Mi sono immaginata quindi, ispirata dalla piacevole lettura, di accendere la macchina del tempo e di portare con me una cesta di vimini colma dei tesori che la regione, che ha dato i natali a Gabriele, ha saputo negli anni preservare e trasformare poi nei Presidi Slow Food.

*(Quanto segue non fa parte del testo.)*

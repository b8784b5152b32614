"""The nearest-spike pair rule: who is paired with whom."""

from __future__ import annotations

import pytest

from plastic.rules.nearest_pair_timing import NearestPairTiming
from tests.rules.partners import assert_only_scheme, change, down, up


@pytest.mark.parametrize("seed", range(8))
def test_a_spike_is_paired_with_the_last_one_of_the_other_side(seed: int) -> None:
    """Morrison, Diesmann & Gerstner 2008 (from memory, high), symmetric; sum over listed pairs."""
    assert_only_scheme(NearestPairTiming, "nearest", seed)


def test_the_last_presynaptic_spike_replaces_the_one_before() -> None:
    assert change(NearestPairTiming, [0.0, 6.0], [10.0]) == pytest.approx(up(4), rel=1e-11)


def test_one_postsynaptic_spike_depresses_every_presynaptic_one_until_the_next() -> None:
    found = change(NearestPairTiming, [4.0, 9.0], [0.0])
    assert found == pytest.approx(-down(4) - down(9), rel=1e-11)


def test_a_coincident_spike_is_no_partner_and_the_one_before_it_still_is() -> None:
    found = change(NearestPairTiming, [0.0, 10.0], [3.0, 10.0])
    assert found == pytest.approx(up(3) + up(10) - down(7), rel=1e-11)


def test_the_published_windows_are_those_of_the_pair_rule() -> None:
    """Bi & Poo 2001 and Froemke & Dan 2002, from memory (mid): per protocol of 60 pairs."""
    rule, cortex = NearestPairTiming(), NearestPairTiming.from_set("visual_cortex")
    assert (60 * rule.a_plus, 60 * rule.a_minus) == pytest.approx((0.777, 0.273), rel=1e-12)
    assert (60 * cortex.a_plus, 60 * cortex.a_minus) == pytest.approx((1.03, 0.51), rel=1e-12)
    assert (rule.tau_plus, rule.tau_minus, rule.dose) == (16.8, 33.7, 60)
    assert (cortex.tau_plus, cortex.tau_minus) == (13.3, 34.5)
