@njit(nogil=True)
def run_imposed(
    p, starts, cell_starts, low, high, taus_pre, taus_post, window, event_time, event_learner,
    reading_time, variables, factors, cell_states,
):
    """Run the rule alone on imposed spike times (ms); a learner of -1 is a spike of the cell."""
    n_learners = high.shape[1]
    S, D = np.empty((N_VARIABLES, n_learners)), np.zeros((N_VARIABLES, n_learners))
    for row in range(N_VARIABLES):
        S[row, :] = starts[row]
    C, DC = cell_starts.copy(), np.zeros(N_CELL)
    X, Y = np.zeros((taus_pre.shape[0], n_learners)), np.zeros((taus_post.shape[0], 1))
    fx, fy = np.ones(X.shape[0]), np.ones(Y.shape[0])
    longest = LARGEST_SCALE * shortest_of(taus_pre, taus_post)
    reference, flowed, closes, post_count = 0.0, 0.0, math.inf, 0.0
    pre, counts = np.empty(max(n_learners, 1), np.int64), np.zeros(n_learners)
    site_first, site_of = np.array([0, n_learners]), np.zeros(n_learners, np.int64)
    arrived = np.zeros(1)
    e, r, n_events, n_readings = 0, 0, event_time.shape[0], reading_time.shape[0]
    while e < n_events or r < n_readings:
        t = min(
            event_time[e] if e < n_events else math.inf,
            reading_time[r] if r < n_readings else math.inf,
        )
        if RATES and closes <= t:
            present(p, S, C, D, DC, low, high, closes, counts, post_count, window)
            post_count, flowed, closes = 0.0, closes, math.inf
        if (HAS_FLOW or HAS_CELL_FLOW) and t > flowed and math.isinf(closes):
            flow_to(p, S, C, D, DC, low, high, t - flowed)
            flowed = t
        while r < n_readings and reading_time[r] == t:
            for i in range(n_learners):
                for row in range(N_VARIABLES):
                    variables[r, row, i] = S[row, i]
                factors[r, i] = factor_of(p, S, i)
            for row in range(N_CELL):
                cell_states[r, row] = C[row]
            r += 1
        n_pre, arrived[0] = 0, 0.0
        while e < n_events and event_time[e] == t:
            if event_learner[e] < 0:
                arrived[0] = 1.0
            else:
                pre[n_pre] = event_learner[e]
                n_pre += 1
            e += 1
        if RATES:
            if math.isinf(closes) and (n_pre > 0 or arrived[0] > 0.0):
                closes = t + window
            for k in range(n_pre):
                counts[pre[k]] += 1.0
            post_count += arrived[0]
        elif n_pre > 0 or arrived[0] > 0.0:
            gap = t - reference
            if gap > longest:
                rescale(X, Y, taus_pre, taus_post, gap, fx, fy)
                reference = t
            else:
                for row in range(X.shape[0]):
                    fx[row] = math.exp(-gap / taus_pre[row])
                for row in range(Y.shape[0]):
                    fy[row] = math.exp(-gap / taus_post[row])
            learn(
                p, S, C, X, Y, fx, fy, D, DC, low, high, t, pre, n_pre, arrived, site_first,
                site_of,
            )
            traces_jump(X, Y, fx, fy, pre, n_pre, arrived)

Ne ho utilizzati ben quattro per la quinta tappa del #girodeiprimi, dedicata all’Abruzzo e ad un formato di pasta, il Rigatone, che ho subito declinato in Ri-ga-to-ni! Ri-ga-to-ni!, confezionando una ricetta povera a prima vista, con le Lenticchie, il Canestrato e l’aglio di Sulmona, ma nell'insieme resa preziosissima, e ispirata ai colori del Vittoriale, con la morbida presenza del pomodorino confit e con la dolcezza discreta del miele di Stregonia, come è stata la presenza di Albina nella vita del Vate. 

 

“Sarebbe piaciuto a Suor Intingola" ovvero Ri-ga-to-ni in minestra di lenticchia di Santo Stefano di Sessanio, Canestrato di Castel del Monte e miele di Stregonia.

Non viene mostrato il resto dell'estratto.